Following is what my dataframe/data.table looks like. The rank
column is my desired calculated field.
library(data.table)
df <- fread('
Name Score Date Rank
John 42 1/1/2018 3
Rob 85 12/31/2017 2
Rob 89 12/26/2017 1
Rob 57 12/24/2017 1
Rob 53 08/31/2017 1
Rob 72 05/31/2017 2
Kate 87 12/25/2017 1
Kate 73 05/15/2017 1
')
df[,Date:= as.Date(Date, format="%m/%d/%Y")]
I am trying to calculate the rank of each student at every given point in time in the data within a 30 day windows. For that, I need to fetch the most recent scores of all students at a given point in time and then pass the rank function.
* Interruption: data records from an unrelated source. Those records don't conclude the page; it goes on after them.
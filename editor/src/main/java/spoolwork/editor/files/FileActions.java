package spoolwork.editor.files;

import java.io.IOException;
import java.nio.file.Path;
import java.util.function.Consumer;
import java.util.function.Supplier;

import javafx.stage.Window;

import spoolwork.editor.document.EditorDocument;
import spoolwork.editor.settings.EditorSettings;
import spoolwork.model.Circuit;
import spoolwork.model.io.CircuitFileException;
import spoolwork.model.io.CircuitFiles;

/**
 * New, Open, Save and Save As over the document, with the model's atomic save and a question before
 * unsaved work would be lost. A file that cannot be read leaves the open document as it was.
 */
public final class FileActions {
    private final EditorDocument doc;
    private final EditorSettings settings;
    private final Dialogs dialogs;
    private final Supplier<Window> owner;
    private final Consumer<String> notice;
    private final Runnable opened;

    /**
     * @param notice receives a one-line report for the messages panel
     * @param opened runs after a document was replaced (to fit the view)
     */
    public FileActions(EditorDocument doc, EditorSettings settings, Dialogs dialogs, Supplier<Window> owner,
                       Consumer<String> notice, Runnable opened) {
        this.doc = doc;
        this.settings = settings;
        this.dialogs = dialogs;
        this.owner = owner;
        this.notice = notice;
        this.opened = opened;
    }

    /** The name shown in the window title: the file name, or the drawing title for a new document. */
    public String documentName() {
        Path f = doc.getFile();
        if (f != null && f.getFileName() != null) {
            return f.getFileName().toString();
        }
        String t = doc.getCircuit().title().title();
        return t.isBlank() ? "Untitled circuit" : t;
    }

    public boolean newDocument() {
        if (!confirmDiscard()) {
            return false;
        }
        doc.replace(Circuit.empty(), null);
        opened.run();
        return true;
    }

    public boolean open() {
        if (!confirmDiscard()) {
            return false;
        }
        Path folder = doc.getFile() != null ? doc.getFile().toAbsolutePath().getParent() : null;
        return dialogs.chooseOpen(owner.get(), folder).map(this::load).orElse(false);
    }

    /** Opens a recent file, asking first about unsaved work. */
    public boolean openRecent(Path file) {
        if (!java.nio.file.Files.exists(file)) {
            settings.forget(file);
            notice.accept("Could not open " + file.getFileName() + ": the file is no longer there");
            return false;
        }
        return confirmDiscard() && load(file);
    }

    /** Reads the file into the document without asking; on failure reports it and keeps the document. */
    public boolean load(Path file) {
        try {
            Circuit c = CircuitFiles.load(file);
            doc.replace(c, file.toAbsolutePath());
            settings.remember(file);
            notice.accept("Opened " + file.getFileName());
            opened.run();
            return true;
        } catch (CircuitFileException e) {
            notice.accept("Could not open " + e.getMessage());
            dialogs.error(owner.get(), "Could not open " + file.getFileName(), e.getMessage());
            return false;
        }
    }

    public boolean save() {
        if (doc.getFile() == null) {
            return saveAs();
        }
        return write(doc.getFile());
    }

    public boolean saveAs() {
        Path folder = doc.getFile() != null ? doc.getFile().toAbsolutePath().getParent() : null;
        String suggested = doc.getFile() != null ? doc.getFile().getFileName().toString()
                : safeName(documentName()) + CircuitFiles.EXTENSION;
        return dialogs.chooseSave(owner.get(), folder, suggested).map(p -> {
            Path target = p.getFileName().toString().contains(".") ? p
                    : p.resolveSibling(p.getFileName() + CircuitFiles.EXTENSION);
            return write(target);
        }).orElse(false);
    }

    private static String safeName(String s) {
        String n = s.replaceAll("[^A-Za-z0-9 _.-]", "").strip();
        return n.isEmpty() ? "circuit" : n;
    }

    private boolean write(Path file) {
        try {
            CircuitFiles.save(doc.getCircuit(), file);
            doc.markSaved(file.toAbsolutePath());
            settings.remember(file);
            notice.accept("Saved " + file.getFileName());
            return true;
        } catch (IOException e) {
            notice.accept("Could not save " + file.getFileName() + ": " + e.getMessage());
            dialogs.error(owner.get(), "Could not save " + file.getFileName(),
                    e.getMessage() + "\nThe file on disk is unchanged.");
            return false;
        }
    }

    /** True when there is no unsaved work, or the user saved it or chose to let it go. */
    public boolean confirmDiscard() {
        if (!doc.isDirty()) {
            return true;
        }
        switch (dialogs.askUnsaved(owner.get(), documentName())) {
            case SAVE:
                return save();
            case DISCARD:
                return true;
            default:
                return false;
        }
    }
}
In the 1st row, as of 1/1/2018
, John
has two more competitors in a past 30 day window: Rob with the most recent score of 85
in 12/31/2017
AND Kate with the most recent score of 87
in 12/25/2017
and both of these dates fall within the 1/1/2018 - 30
Day Window. John gets a rank of 3
with the lowest score of 42
. If only one students falls within date(at a given row) - 30 day window
, then the rank is 1.
In the 3rd row the date is 12/26/2017
. So Rob's score as of 12/26/2017
is 89
. There is only one case of another student that falls in the time window of 12/26/2017 - 30
days and that is the most recent score(87
) of kate on 12/25/2017
. So within the time window of (12/26/2017) - 30
, Rob's score of 89
is higher than Kate's score of 87
and therefore Rob gets rank 1
.
I was thinking about using the framework from here Efficient way to perform running total in the last 365 day window but struggling to think of a way to fetch all recent score of all students at a given point in time before using rank.